Musket inscription puzzle

Here is a mysterious inscription on a musket that was posted on the Omniglot fan club recently:

Mysterious musket inscription

See a larger version of this image.

The person who sent this in the asked me to post the image here with this analysis from Christopher Ray Miller:

I think this is more likely in the Kaithi script, which is closely related to modern Gujarati script, both being descended from informal styles of writing Nāgarī (before it gained the “Deva-” prefix). Although in most 19th and 20th century examples of Kaithi, the ‹l› letter looks more or less like a cursive Greek Theta, there are a few examples of it with the same ‘C-I’ shape as Gujarati that we see herein the second and fourth positions from the end.

What makes me think this is probably Kaithi is the ‹v› just below the right end of the metallic attachment on the top of the gun.
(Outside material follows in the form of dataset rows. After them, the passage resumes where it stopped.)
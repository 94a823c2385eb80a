using LunarShadow.Astronomy.Eclipses;
using LunarShadow.Astronomy.Time;
using NodaTime;

namespace LunarShadow.Astronomy.Sites;

/// <summary>
/// TT → UTC for the instants of one eclipse night. TT − UTC is constant through the night unless a leap second falls
/// in it, so one full conversion at greatest eclipse serves every instant; when the ends of the night disagree, each
/// instant is converted in full.
/// </summary>
public static class NightClock
{
    /// <summary>The conversion for the night of an eclipse.</summary>
    public static Func<TtInstant, Instant> For(LunarEclipse eclipse, TimeScaleConverter time)
    {
        var center = eclipse.GreatestEclipse;
        var offset = center.JulianDate.Day - time.ToUtc(center).ToJulianDate();
        var early = center.PlusSeconds(-EclipseNightSky.HalfWidthHours * 3600);
        var late = center.PlusSeconds(EclipseNightSky.HalfWidthHours * 3600);
        var steady = Math.Abs(early.JulianDate.Day - time.ToUtc(early).ToJulianDate() - offset) < 1e-3 / 86400
            && Math.Abs(late.JulianDate.Day - time.ToUtc(late).ToJulianDate() - offset) < 1e-3 / 86400;
        return steady
            ? tt => Instant.FromUnixTimeTicks((long)Math.Round((tt.JulianDate.Day - offset - 2440587.5) * 864_000_000_000.0))
            : time.ToUtc;
    }
}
It is the same basic shape as ‹w› in Gujarati and Devanagari, but has a small circle below it, which corresponds to the dot/nuqta diacritic for ‹v› in Kaithi, the only thing distinguishing it from ‹b›. (The two letters merged because in most languages of northeastern India, the older distinct /v/ and /b/ phonemes merged into /b/, just like in Spanish, for example.

The letter just above the second ‘0’ and above and to the left of the ‘9’ shape (probably the numeral ‘1’) seems to be an early version of ‹j›, more similar to the old Nāgarī shape than the 19th-20th century Kaithi shape, which is like a ‘S’ rotated 90º. The letter just to the right of the putative ‹j› looks very much to be the Kaithi ‹a› letter.

I imagine this is in one of the languages of northeastern India that commonly used Kaithi script, e.g. Bhojpuri, Maithili, Awadhi and others.

Can anybody translate the inscription and/or add anything to this?